All incubations were done at 37 °C with 5.5 % CO2 in humidified air.
Pre-experiment
A preliminary cytotoxicity test was performed to determine the concentrations to be used in the main experiment. Cytotoxicity is characterized by the percentages of mitotic suppression in comparison to the controls by counting 1000 cells per culture in duplicate. The experimental conditions in this pre-test phase were identical to those required and described below for the main experiment.
The pre-test was performed with 10 concentrations of the test item separated by no more than a factor of √10 and solvent and positive controls. All cell cultures were set up in duplicate. Exposure time was 4 hrs (with and without S9 mix). The preparation interval was 22 hrs after start of the exposure.
Cytogenetic Experiment
Pulse exposure
About 48 hrs after seeding, 2 blood cultures (10 mL each) were set up in parallel in 25 cm² cell culture flasks for each test item concentration. The culture medium was replaced with serum-free medium containing the test item. For the treatment with metabolic activation, 50 μL S9 mix per mL culture medium was added. After 4 hrs the cells were spun down by gentle centrifugation for 5 minutes. The supernatant was discarded and the cells were resuspended in and washed with "saline G" (pH 7.2, containing 8000 mg/L NaCl, 400 mg/L KCl, 1100 mg/L glucose •H2O, 192 mg/L Na2HPO4 • 2 H2O and 150 mg/L KH2PO4). The washing procedure was repeated once as described. After washing, the cells were resuspended in complete culture medium (with 10 % FBS) and cultured until preparation of the cells.

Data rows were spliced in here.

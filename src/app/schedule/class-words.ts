import type { AppointmentStatus, ClassDate } from '@shared/contracts/schedule-contract';
import type { BookingConflict } from '@shared/scheduling/booking-conflict';
import type { Tone } from '../ui/state-chip/state-chip';

type Places = Pick<ClassDate, 'booked' | 'capacity' | 'monitoredBooked' | 'monitoredCapacity'>;

/** `7 of 12 places taken` */
export function placesInWords({ booked, capacity }: Places): string {
  return `${booked} of ${capacity} places taken`;
}

/** `5 of 6 monitors taken`; in a class without monitors that, or null where there is no exercise. */
export function monitorsInWords(date: Places & Pick<ClassDate, 'kind'>): string | null {
  const { monitoredBooked, monitoredCapacity, kind } = date;
  if (monitoredCapacity === 0) return kind === 'exercise' ? 'Not monitored' : null;
  return `${monitoredBooked} of ${monitoredCapacity} monitors taken`;
}

export interface ClassState {
  readonly words: string;
  readonly tone: Tone;
}

/** What stands out about a class date, null when it simply has room. */
export function classState(date: Places & Pick<ClassDate, 'status'>): ClassState | null {
  if (date.status === 'closed') return { words: 'Closed', tone: 'over' };
  if (date.status === 'cancelled') return { words: 'Withdrawn', tone: 'over' };
  if (date.booked >= date.capacity) return { words: 'Full', tone: 'due' };
  const { monitoredBooked, monitoredCapacity } = date;
  if (monitoredCapacity > 0 && monitoredBooked >= monitoredCapacity)
    return { words: 'No monitor free', tone: 'due' };
  return null;
}

/** Whether a class date can take one more patient of some kind. */
export function hasRoom(date: Places & Pick<ClassDate, 'status'>): boolean {
  return date.status === 'scheduled' && date.booked < date.capacity;
}

const statusWords: Record<AppointmentStatus, ClassState> = {
  proposed: { words: 'Proposed', tone: 'plain' },
  pending: { words: 'Pending', tone: 'plain' },
  booked: { words: 'Booked', tone: 'plain' },
  arrived: { words: 'Arrived', tone: 'in' },
  'checked-in': { words: 'Checked in', tone: 'in' },
  fulfilled: { words: 'Done', tone: 'in' },
  cancelled: { words: 'Cancelled', tone: 'plain' },
  noshow: { words: 'No-show', tone: 'due' },
  waitlist: { words: 'Waiting', tone: 'plain' },
  'entered-in-error': { words: 'Entered in error', tone: 'over' },
};

export const statusInWords = (status: AppointmentStatus): ClassState => statusWords[status];

const conflictWords: Record<BookingConflict, string> = {
  'class-closed': 'No class at this hour',
  'no-active-enrollment': 'No active enrollment',
  'course-complete': 'All sessions of the course are booked',
  'daily-limit': 'No more sessions fit on this day',
  'overlapping-appointment': 'Has another class at this time',
  'class-full': 'Class is full',
  'monitors-full': 'All monitors are taken',
};

/** Why a date of a series can't be booked, in a table's few words. */
export const conflictInWords = (conflict: BookingConflict): string => conflictWords[conflict];

export const kindWords: Record<ClassDate['kind'], string> = {
  exercise: 'Exercise',
  orientation: 'Orientation',
  education: 'Education',
};
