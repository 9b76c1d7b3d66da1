import { ChangeDetectionStrategy, Component, computed, input, output, signal } from '@angular/core';
import { FormControl, ReactiveFormsModule } from '@angular/forms';
import { MatButton } from '@angular/material/button';
import { MatFormField, MatLabel } from '@angular/material/form-field';
import { MatInput } from '@angular/material/input';
import type { ClassAppointment } from '@shared/contracts/schedule-contract';
import { StateChip } from '../../ui/state-chip/state-chip';
import { statusInWords } from '../class-words';

/** What a member of staff does with one place. */
export interface RosterAction {
  readonly appointment: ClassAppointment;
  readonly status: 'arrived' | 'noshow' | 'cancelled' | 'booked';
  readonly reason?: string;
}

/** One patient of a class date, with what may be done with the place. */
@Component({
  selector: 'app-roster-row',
  imports: [MatButton, MatFormField, MatInput, MatLabel, ReactiveFormsModule, StateChip],
  templateUrl: './roster-row.html',
  styleUrl: './roster-row.scss',
  changeDetection: ChangeDetectionStrategy.OnPush,
})
export class RosterRow {
  readonly appointment = input.required<ClassAppointment>();
  /** Whether the person may change places at all. */
  readonly editable = input.required<boolean>();
  /** Whether the class has begun: before that nobody is a no-show. */
  readonly begun = input.required<boolean>();
  /** Whether marks may still be taken back: until the class's day ends. */
  readonly undoable = input.required<boolean>();
  readonly busy = input(false);
  readonly acted = output<RosterAction>();

  protected readonly cancelling = signal(false);
  protected readonly reason = new FormControl('', { nonNullable: true });
  protected readonly state = computed(() => statusInWords(this.appointment().status));
  protected readonly marked = computed(() =>
    ['arrived', 'noshow'].includes(this.appointment().status),
  );

  protected act(status: RosterAction['status']): void {
    this.acted.emit({ appointment: this.appointment(), status });
  }

  protected cancel(): void {
    const reason = this.reason.value.trim();
    this.cancelling.set(false);
    this.acted.emit({
      appointment: this.appointment(),
      status: 'cancelled',
      ...(reason !== '' && { reason }),
    });
  }
}
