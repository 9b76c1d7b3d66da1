import { HttpClient, type HttpResourceRef, httpResource } from '@angular/common/http';
import { Injectable, inject } from '@angular/core';
import {
  type ClassTemplate,
  type ClassTemplateChange,
  type ClassTemplates,
  type Closure,
  type ClosureRequest,
  type NewClassTemplate,
  type SavedClassTemplate,
  classTemplatesResponseSchema,
  closedResponseSchema,
  closuresResponseSchema,
  savedClassTemplateSchema,
} from '@shared/contracts/class-templates-contract';
import {
  type PatientListItem,
  type PatientSearchRequest,
  patientSchema,
  patientSearchResponseSchema,
} from '@shared/contracts/patients-contract';
import {
  type ClassAppointment,
  type PlannedDate,
  type SeriesPreviewRequest,
  classAppointmentsResponseSchema,
  seriesPreviewResponseSchema,
} from '@shared/contracts/schedule-contract';
import { firstValueFrom } from 'rxjs';
import type * as z from 'zod';

/** What of a patient's record a booking needs. */
const bookedPatientSchema = patientSchema.pick({
  id: true,
  displayName: true,
  recordNumber: true,
  birthDate: true,
  enrollments: true,
});
type BookedPatient = z.infer<typeof bookedPatientSchema>;

/** What staff read and plan; the timetable itself is core's `Timetable`, taking and giving back places its `Bookings`. */
@Injectable({ providedIn: 'root' })
export class ScheduleClient {
  readonly #http = inject(HttpClient);

  /** Who is in a class date. */
  classAppointments(
    classDateId: () => string | undefined,
  ): HttpResourceRef<readonly ClassAppointment[] | undefined> {
    return httpResource(
      () => {
        const id = classDateId();
        return id === undefined ? undefined : `/api/class-dates/${id}/appointments`;
      },
      { parse: (body) => classAppointmentsResponseSchema.parse(body).items },
    );
  }

  classTemplates(siteId: () => string | undefined): HttpResourceRef<ClassTemplates | undefined> {
    return httpResource(
      () => {
        const id = siteId();
        return id === undefined
          ? undefined
          : { url: '/api/class-templates', params: { siteId: id } };
      },
      { parse: (body) => classTemplatesResponseSchema.parse(body) },
    );
  }

  closures(
    query: () => { siteId: string; from: string } | undefined,
  ): HttpResourceRef<readonly Closure[] | undefined> {
    return httpResource(
      () => {
        const asked = query();
        return asked && { url: '/api/closures', params: asked };
      },
      { parse: (body) => closuresResponseSchema.parse(body).items },
    );
  }

  patient(id: () => string | undefined): HttpResourceRef<BookedPatient | undefined> {
    return httpResource(
      () => {
        const patientId = id();
        return patientId === undefined ? undefined : `/api/patients/${patientId}`;
      },
      { parse: (body) => bookedPatientSchema.parse(body) },
    );
  }

  /** People by name or record number; the words stay out of the address. */
  async searchPatients(request: PatientSearchRequest): Promise<readonly PatientListItem[]> {
    const answer = await firstValueFrom(this.#http.post<unknown>('/api/patients/search', request));
    return patientSearchResponseSchema.parse(answer).items;
  }

  async previewSeries(request: SeriesPreviewRequest): Promise<readonly PlannedDate[]> {
    const path = '/api/appointments/series/preview';
    const answer = await firstValueFrom(this.#http.post<unknown>(path, request));
    return seriesPreviewResponseSchema.parse(answer).items;
  }

  async addClass(given: NewClassTemplate): Promise<SavedClassTemplate> {
    const answer = await firstValueFrom(this.#http.post<unknown>('/api/class-templates', given));
    return savedClassTemplateSchema.parse(answer);
  }

  async changeClass(
    { id }: Pick<ClassTemplate, 'id'>,
    change: ClassTemplateChange,
  ): Promise<SavedClassTemplate> {
    const path = `/api/class-templates/${id}`;
    const answer = await firstValueFrom(this.#http.put<unknown>(path, change));
    return savedClassTemplateSchema.parse(answer);
  }

  /** @returns how many patients were cancelled and told */
  async closeSite(request: ClosureRequest): Promise<number> {
    const answer = await firstValueFrom(this.#http.post<unknown>('/api/closures', request));
    return closedResponseSchema.parse(answer).cancelled;
  }

  async reopenSite(closureId: string): Promise<void> {
    await firstValueFrom(this.#http.delete(`/api/closures/${closureId}`));
  }
}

Continuous exposure (without S9 mix)
About 48 hrs after seeding, 2 blood cultures (10 mL each) were set up in parallel in 25 cm² cell culture flasks for each test item concentration. The culture medium was replaced with complete medium (with 10 % FBS) containing the test item. The culture medium was not changed until preparation of the cells.
Preparation of metaphases
Cultures were treated with the metaphase-arresting substance colcemid (final concentration: 0.2 μg/mL) approximately three hours before the requested harvest time. The cultures were harvested by centrifugation 22 hrs after beginning of treatment. The supernatant was discarded and the cells were resuspended in hypotonic solution (0.0375 M KCl). Then the cell suspension was allowed to stand at 37 °C for 20 minutes. After removal of the hypotonic solution by centrifugation (approx. 900 x g), the cells were fixed with a mixture of methanol and glacial acetic acid (3+1 parts, respectively). A small amount of cell suspension was then dropped onto clean, wet microscope slides and allowed to dry. The slides were stained with Giemsa, and, after drying covered with a cover slip. All slides were labelled with a computer-generated random code to prevent scorer bias.

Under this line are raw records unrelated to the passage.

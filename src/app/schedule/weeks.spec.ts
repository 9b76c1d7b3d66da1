import type { ClassDate } from '@shared/contracts/schedule-contract';
import { nextWithRoom } from './class-panel/next-with-room';
import { classState, hasRoom, monitorsInWords, placesInWords } from './class-words';
import { byDay, mondayOf, startTimes } from './weeks';

function classDate(
  localDate: string,
  localStart: string,
  given: Partial<ClassDate> = {},
): ClassDate {
  return {
    id: `${localDate} ${localStart}`,
    siteId: 'site',
    name: 'Morning class',
    kind: 'exercise',
    startsAt: `${localDate}T${localStart}:00Z`,
    endsAt: `${localDate}T${localStart}:59Z`,
    localDate,
    localStart,
    capacity: 12,
    booked: 7,
    monitoredCapacity: 6,
    monitoredBooked: 5,
    status: 'scheduled',
    price: null,
    ...given,
  };
}

describe('weeks', () => {
  it('begin on Monday, also over the turn of the year', () => {
    expect(mondayOf('2026-12-06')).toBe('2026-11-30');
    expect(mondayOf('2026-12-07')).toBe('2026-12-07');
    expect(mondayOf('2027-01-01')).toBe('2026-12-28');
  });

  it('have seven days, those without classes too', () => {
    const days = byDay('2026-12-07', [classDate('2026-12-09', '09:00')]);
    expect(days.map(({ dates }) => dates.length)).toEqual([0, 0, 1, 0, 0, 0, 0]);
  });

  it('know at which hours there is room on chosen days', () => {
    const dates = [
      classDate('2026-12-07', '09:00'),
      classDate('2026-12-09', '09:00', { booked: 12 }),
      classDate('2026-12-09', '07:00'),
      classDate('2026-12-09', '13:00', { kind: 'education' }),
      classDate('2026-12-08', '09:00'),
    ];
    expect(startTimes(dates, [1, 3], hasRoom)).toEqual([
      { localStart: '07:00', free: 1, dates: 1 },
      { localStart: '09:00', free: 1, dates: 2 },
    ]);
  });
});

describe('words of a class', () => {
  const date = classDate('2026-12-07', '09:00');

  it('tell places and monitors', () => {
    expect(placesInWords(date)).toBe('7 of 12 places taken');
    expect(monitorsInWords(date)).toBe('5 of 6 monitors taken');
    expect(monitorsInWords({ ...date, monitoredCapacity: 0 })).toBe('Not monitored');
    expect(monitorsInWords({ ...date, monitoredCapacity: 0, kind: 'education' })).toBeNull();
  });

  it('tell what stands out', () => {
    expect(classState(date)).toBeNull();
    expect(classState({ ...date, booked: 12 })?.words).toBe('Full');
    expect(classState({ ...date, monitoredBooked: 6 })?.words).toBe('No monitor free');
    expect(classState({ ...date, monitoredCapacity: 0, monitoredBooked: 0 })).toBeNull();
    expect(classState({ ...date, status: 'closed' })?.words).toBe('Closed');
  });

  it('find the next class with a place and a monitor', () => {
    const others = [
      classDate('2026-12-08', '14:00'),
      classDate('2026-12-08', '09:00', { monitoredBooked: 6 }),
      classDate('2026-12-07', '10:00', { kind: 'education' }),
      classDate('2026-12-07', '11:00', { booked: 12 }),
      classDate('2026-12-06', '09:00'),
    ];
    expect(nextWithRoom(date, others)?.id).toBe('2026-12-08 14:00');
  });
});
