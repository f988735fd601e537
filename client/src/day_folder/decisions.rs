//! `decisions`: what was decided by hand about proposals and flights.

use crate::tables::findings::{Findings, Problem, shown};
use crate::tables::row::{Column, Row};
use crate::tables::rows::Rows;
use crate::tables::table_file::TableFile;
use rimeshift_proto::v1::hand_decision::About;
use rimeshift_proto::v1::{HandDecision, Must};

const PROPOSAL: Column = Column::text(0, "proposal").optional();
const FLIGHT: Column = Column::text(1, "flight").optional();
const MUST: Column = Column::text(2, "must");
const OPTION: Column = Column::value(3, "option").optional();

/// Reads `decisions`.
pub(super) fn read(file: Option<TableFile>, findings: &mut Findings) -> Rows<HandDecision> {
    Rows::read(file, &[PROPOSAL, FLIGHT, MUST, OPTION], findings, |row| HandDecision {
        about: about(row),
        must: must(row).into(),
        option: row.optional_ordinal(OPTION),
    })
}

fn about(row: &mut Row<'_>) -> Option<About> {
    match (row.optional_text(PROPOSAL), row.optional_text(FLIGHT)) {
        (Some(proposal), None) => Some(About::Proposal(proposal.to_owned())),
        (None, Some(flight)) => Some(About::Flight(flight.to_owned())),
        (None, None) => {
            if row.is_sound() {
                row.reject_whole(Problem::new("names neither a proposal nor a flight"));
            }
            None
        }
        (Some(_), Some(_)) => {
            row.reject_whole(Problem::with_hint(
                "names both a proposal and a flight",
                "leave one of them blank: grant and refuse are about proposals, keep about flights",
            ));
            None
        }
    }
}

fn must(row: &mut Row<'_>) -> Must {
    match row.text(MUST) {
        "grant" => Must::Grant,
        "refuse" => Must::Refuse,
        "keep" => Must::Keep,
        // A blank is a defect already.
        "" => Must::Unspecified,
        other => {
            let problem = format!("{} is not grant, refuse or keep", shown(other));
            row.reject(MUST, Problem::new(problem));
            Must::Unspecified
        }
    }
}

2000 μg/mL were applied as top concentration for treatment of the cultures in the pre-test. Test item concentrations ranging from 4.4 to 2000 μg/mL (with and without S9 mix) were chosen for the evaluation of cytotoxicity. In the pre-test for toxicity, precipitation of the test item was observed at the end of treatment at 41.5 μg/mL and above. Since the cultures fulfilled the requirements for cytogenetic evaluation, this preliminary test was designated Experiment I.
Clear toxic effects were observed after 4 hours treatment in the absence of S9 mix at 72.6 μg/mL, only. 120 μg/mL were chosen as top treatment concentration for Experiment II.
Evaluation of cytotoxicity and cytogenetic damage
Evaluation of the slides was performed according to the standard protocol of the "Arbeitsgruppe der Industrie, Cytogenetik" using microscopes with 100 x oil immersion objectives.
Cytotoxicity is characterized by the percentages of mitotic suppression in comparison with the controls by counting 1000 cells per culture in duplicate.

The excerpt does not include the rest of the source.